Chapter 1. The sonnet
Shakespeare writes in Sonnet 73:
In me thou see'st the twilight of such day,
As after sunset fadeth in the west,
Which by-and-by black night doth take away,
Death's second self, that seals up all in rest.
For me, painting the sonnets brings into a sharp focus how natural phenomena — what we see “out there” — help us make sense of the human experience.
And this inner process of making sense (which might just be the very essence of human experience) becomes visible in sonnets.
Here, it is twilight: this special time when we still see the light in the sky, even though the sun is already (temporarily) invisible. The day is already in the past, but its light is still present…
(I am writing this in Florence, which is still lit by the light of the Renaissance, even if the Renaissance is in the past).
And inevitable black night — “death’s second self”… but if this is death’s second self, then what is death but this temporary, transient invisibility — which turns into day as inevitably as the day turns into night?
In this sonnet painting, this metaphor, In me thou see’st the twilight, ceases being a metaphor and turns into imagery: twilight seen in (through) a human face.
I studied the colours of twilight from life to do this, sitting at the balcony of our room in a beach hotel, barely seeing what I was painting because the day was turning into the night with dizzying speed. Here are these two studies…

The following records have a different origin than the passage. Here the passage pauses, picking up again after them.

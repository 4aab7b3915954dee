package fading

import (
	"context"
	"errors"
	"math"
	"testing"
)

// FuzzNewChannel feeds arbitrary numbers to the constructors and validators
// of the package: they must return a value or a *ParamError, never panic,
// and an accepted channel must produce finite gains.
func FuzzNewChannel(f *testing.F) {
	f.Add(55.6, 1500.0, 0.0, 310.0, -1.0, 6.0, 0.4, true, uint8(0), 0, 30.0, 1.5, 1000.0)
	f.Add(0.0, 1500.0, 0.0, 30.0, -3.0, 0.0, 0.0, false, uint8(1), 4, 50.0, 2.0, 5000.0)
	f.Add(749.0, 1500.0, 0.0, 10.0, 0.0, 60.0, 1.0, true, uint8(2), 0, 200.0, 10.0, 20000.0)
	f.Add(750.0, 1500.0, 5.0, 1.0, 0.0, 0.0, 0.0, false, uint8(0), 0, 29.0, 0.5, 999.0)
	f.Add(math.NaN(), math.Inf(1), math.NaN(), -1.0, math.Inf(-1), math.NaN(), math.Inf(1), true, uint8(9), -3, math.NaN(), math.NaN(), math.NaN())
	f.Add(1e-9, 1e9, 0.0, 1e300, 300.0, -60.0, -1e300, true, uint8(0), 256, 1e300, -1e300, 0.0)
	f.Fuzz(func(t *testing.T, fd, fs, d0, d1, p1, kdb, ang float64, los bool, gen uint8, sinus int, hb, hm, dist float64) {
		cfg := ChannelConfig{DopplerHz: fd, SampleRateHz: fs, Profile: Profile{Taps: []Tap{{d0, 0}, {d1, p1}}},
			RicianKDB: kdb, LOS: los, LOSAngleRad: ang, Generator: Generator(gen), Sinusoids: sinus}
		isParam := func(err error) {
			var pe *ParamError
			if err != nil && (!errors.As(err, &pe) || pe.Param == "" || pe.Rule == "") {
				t.Fatalf("error %v is not a *ParamError", err)
			}
		}
		ch, err := NewChannel(cfg, 1, 0)
		isParam(err)
		if err == nil {
			// keep the fuzz step cheap: a channel whose internal rate would
			// need huge FFT blocks is still exercised for a few samples
			g := make([]float64, 64)
			ch.FillGains(g)
			for _, v := range g {
				if math.IsNaN(v) || math.IsInf(v, 0) || v < 0 {
					t.Fatalf("gain %g from accepted config %+v", v, cfg)
				}
			}
			taps := make([]complex64, 16*ch.NumTaps())
			ch.FillTaps(taps)
		}
		_, err = NewShadowing(ShadowingConfig{SigmaDB: kdb, DecorrelationM: d1, SpeedMps: fd, SamplePeriodS: 1 / fs}, NewStream(1, 0, 0, StreamShadowing))
		isParam(err)
		for _, m := range []PathLoss{
			FreeSpace{CarrierHz: fs * 1e6},
			LogDistance{RefDistanceM: d0, RefLossDB: p1, Exponent: kdb},
			Hata{CarrierHz: fs * 1e6, BaseHeightM: hb, MobileHeightM: hm, Environment: HataEnvironment(gen % 5)},
			COST231Hata{CarrierHz: fs * 1e6, BaseHeightM: hb, MobileHeightM: hm, Metropolitan: los},
		} {
			v, err := m.LossDB(dist)
			isParam(err)
			if err == nil && (math.IsNaN(v) || math.IsInf(v, 0)) {
				t.Fatalf("%T accepted %g m and returned %g", m, dist, v)
			}
		}
		// Check validates before any work; a cancelled context keeps the
		// fuzz step cheap for configurations that are accepted.
		ctx, cancel := context.WithCancel(context.Background())
		cancel()
		_, err = Check(ctx, CheckConfig{Channel: cfg, Links: sinus, DopplerPeriods: d1, Sigmas: ang})
		if !errors.Is(err, context.Canceled) {
			isParam(err)
		}
	})
}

William Shakespeare, Sonnet 73
That time of year thou may'st in me behold
When yellow leaves, or none, or few, do hang
Upon those boughs which shake against the cold,
Bare ruin'd choirs, where late the sweet birds sang.
In me thou see'st the twilight of such day,
As after sunset fadeth in the west,
Which by-and-by black night doth take away,
Death's second self, that seals up all in rest.
In me thou see'st the glowing of such fire
That on the ashes of his youth doth lie,
As the death-bed whereon it must expire
Consum'd with that which it was nourish'd by.
This thou perceivest, which makes thy love more strong,
To love that well which thou must leave ere long.